• [THE PROBLEM]: Copy word for word each line from the one that has "radiance = _to_nodes(radiance)" to the last line of the records, with no other lines.

**** MATERIAL FOR THIS TASK ****

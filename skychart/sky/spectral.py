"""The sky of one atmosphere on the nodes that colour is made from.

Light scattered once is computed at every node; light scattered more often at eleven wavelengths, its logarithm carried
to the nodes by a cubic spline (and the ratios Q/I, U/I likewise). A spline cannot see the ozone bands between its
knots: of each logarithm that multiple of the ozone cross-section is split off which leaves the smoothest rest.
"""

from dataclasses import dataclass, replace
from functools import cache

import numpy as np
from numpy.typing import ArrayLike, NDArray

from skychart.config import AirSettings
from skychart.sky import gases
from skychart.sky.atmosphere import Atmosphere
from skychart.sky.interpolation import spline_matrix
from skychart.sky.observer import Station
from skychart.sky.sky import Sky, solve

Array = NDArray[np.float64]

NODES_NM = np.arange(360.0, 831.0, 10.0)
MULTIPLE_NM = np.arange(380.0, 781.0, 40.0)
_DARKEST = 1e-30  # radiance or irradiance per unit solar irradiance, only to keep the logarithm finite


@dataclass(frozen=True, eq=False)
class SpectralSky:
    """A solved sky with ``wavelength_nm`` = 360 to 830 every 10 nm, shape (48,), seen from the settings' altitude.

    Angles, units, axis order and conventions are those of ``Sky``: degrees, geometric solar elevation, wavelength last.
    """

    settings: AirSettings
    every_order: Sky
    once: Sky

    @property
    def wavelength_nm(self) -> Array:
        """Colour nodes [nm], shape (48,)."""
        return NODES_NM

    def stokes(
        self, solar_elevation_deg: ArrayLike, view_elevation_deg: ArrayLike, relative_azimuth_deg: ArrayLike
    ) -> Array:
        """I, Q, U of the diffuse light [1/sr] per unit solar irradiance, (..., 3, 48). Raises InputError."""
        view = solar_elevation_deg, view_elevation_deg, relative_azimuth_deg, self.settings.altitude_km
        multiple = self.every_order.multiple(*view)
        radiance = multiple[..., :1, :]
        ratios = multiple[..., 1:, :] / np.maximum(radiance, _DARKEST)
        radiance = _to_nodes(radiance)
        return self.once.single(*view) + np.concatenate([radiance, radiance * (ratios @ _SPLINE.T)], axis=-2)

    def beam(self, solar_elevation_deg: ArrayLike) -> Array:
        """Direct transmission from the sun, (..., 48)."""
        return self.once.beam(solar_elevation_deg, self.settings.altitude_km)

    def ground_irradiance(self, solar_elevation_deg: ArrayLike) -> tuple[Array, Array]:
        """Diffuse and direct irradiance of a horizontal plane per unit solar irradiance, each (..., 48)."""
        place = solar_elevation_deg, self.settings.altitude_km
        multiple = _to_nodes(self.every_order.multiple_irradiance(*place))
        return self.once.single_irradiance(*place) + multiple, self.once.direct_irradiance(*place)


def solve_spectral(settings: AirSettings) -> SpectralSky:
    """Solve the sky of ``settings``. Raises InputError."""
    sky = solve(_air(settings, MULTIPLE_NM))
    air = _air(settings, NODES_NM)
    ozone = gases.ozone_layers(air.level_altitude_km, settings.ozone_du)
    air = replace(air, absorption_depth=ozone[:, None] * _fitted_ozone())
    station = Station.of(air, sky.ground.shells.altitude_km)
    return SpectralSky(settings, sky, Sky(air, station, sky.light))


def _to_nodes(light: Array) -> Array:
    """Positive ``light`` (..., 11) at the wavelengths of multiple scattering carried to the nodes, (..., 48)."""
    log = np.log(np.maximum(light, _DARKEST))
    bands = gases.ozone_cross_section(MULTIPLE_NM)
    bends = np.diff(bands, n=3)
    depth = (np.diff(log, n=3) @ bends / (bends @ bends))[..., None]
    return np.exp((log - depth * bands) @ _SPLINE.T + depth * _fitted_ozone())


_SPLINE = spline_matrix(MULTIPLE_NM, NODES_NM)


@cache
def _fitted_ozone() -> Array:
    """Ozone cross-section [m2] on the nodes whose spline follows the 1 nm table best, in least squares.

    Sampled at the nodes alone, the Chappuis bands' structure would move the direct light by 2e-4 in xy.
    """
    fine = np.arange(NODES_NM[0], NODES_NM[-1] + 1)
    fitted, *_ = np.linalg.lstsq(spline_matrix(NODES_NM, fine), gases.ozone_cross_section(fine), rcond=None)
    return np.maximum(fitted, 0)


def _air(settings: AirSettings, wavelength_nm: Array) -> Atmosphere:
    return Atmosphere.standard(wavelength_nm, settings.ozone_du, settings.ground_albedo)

****

• [RESULT OF THIS TASK]:
        radiance = _to_nodes(radiance)
        return self.once.single(*view) + np.concatenate([radiance, radiance * (ratios @ _SPLINE.T)], axis=-2)

    def beam(self, solar_elevation_deg: ArrayLike) -> Array:
        """Direct transmission from the sun, (..., 48)."""
        return self.once.beam(solar_elevation_deg, self.settings.altitude_km)

    def ground_irradiance(self, solar_elevation_deg: ArrayLike) -> tuple[Array, Array]:
        """Diffuse and direct irradiance of a horizontal plane per unit solar irradiance, each (..., 48)."""
        place = solar_elevation_deg, self.settings.altitude_km
        multiple = _to_nodes(self.every_order.multiple_irradiance(*place))
        return self.once.single_irradiance(*place) + multiple, self.once.direct_irradiance(*place)


def solve_spectral(settings: AirSettings) -> SpectralSky:
    """Solve the sky of ``settings``. Raises InputError."""
    sky = solve(_air(settings, MULTIPLE_NM))
    air = _air(settings, NODES_NM)
    ozone = gases.ozone_layers(air.level_altitude_km, settings.ozone_du)
    air = replace(air, absorption_depth=ozone[:, None] * _fitted_ozone())
    station = Station.of(air, sky.ground.shells.altitude_km)
    return SpectralSky(settings, sky, Sky(air, station, sky.light))


def _to_nodes(light: Array) -> Array:
    """Positive ``light`` (..., 11) at the wavelengths of multiple scattering carried to the nodes, (..., 48)."""
    log = np.log(np.maximum(light, _DARKEST))
    bands = gases.ozone_cross_section(MULTIPLE_NM)
    bends = np.diff(bands, n=3)
    depth = (np.diff(log, n=3) @ bends / (bends @ bends))[..., None]
    return np.exp((log - depth * bands) @ _SPLINE.T + depth * _fitted_ozone())


_SPLINE = spline_matrix(MULTIPLE_NM, NODES_NM)


@cache
def _fitted_ozone() -> Array:
    """Ozone cross-section [m2] on the nodes whose spline follows the 1 nm table best, in least squares.

    Sampled at the nodes alone, the Chappuis bands' structure would move the direct light by 2e-4 in xy.
    """
    fine = np.arange(NODES_NM[0], NODES_NM[-1] + 1)
    fitted, *_ = np.linalg.lstsq(spline_matrix(NODES_NM, fine), gases.ozone_cross_section(fine), rcond=None)
    return np.maximum(fitted, 0)


def _air(settings: AirSettings, wavelength_nm: Array) -> Atmosphere:
    return Atmosphere.standard(wavelength_nm, settings.ozone_du, settings.ground_albedo)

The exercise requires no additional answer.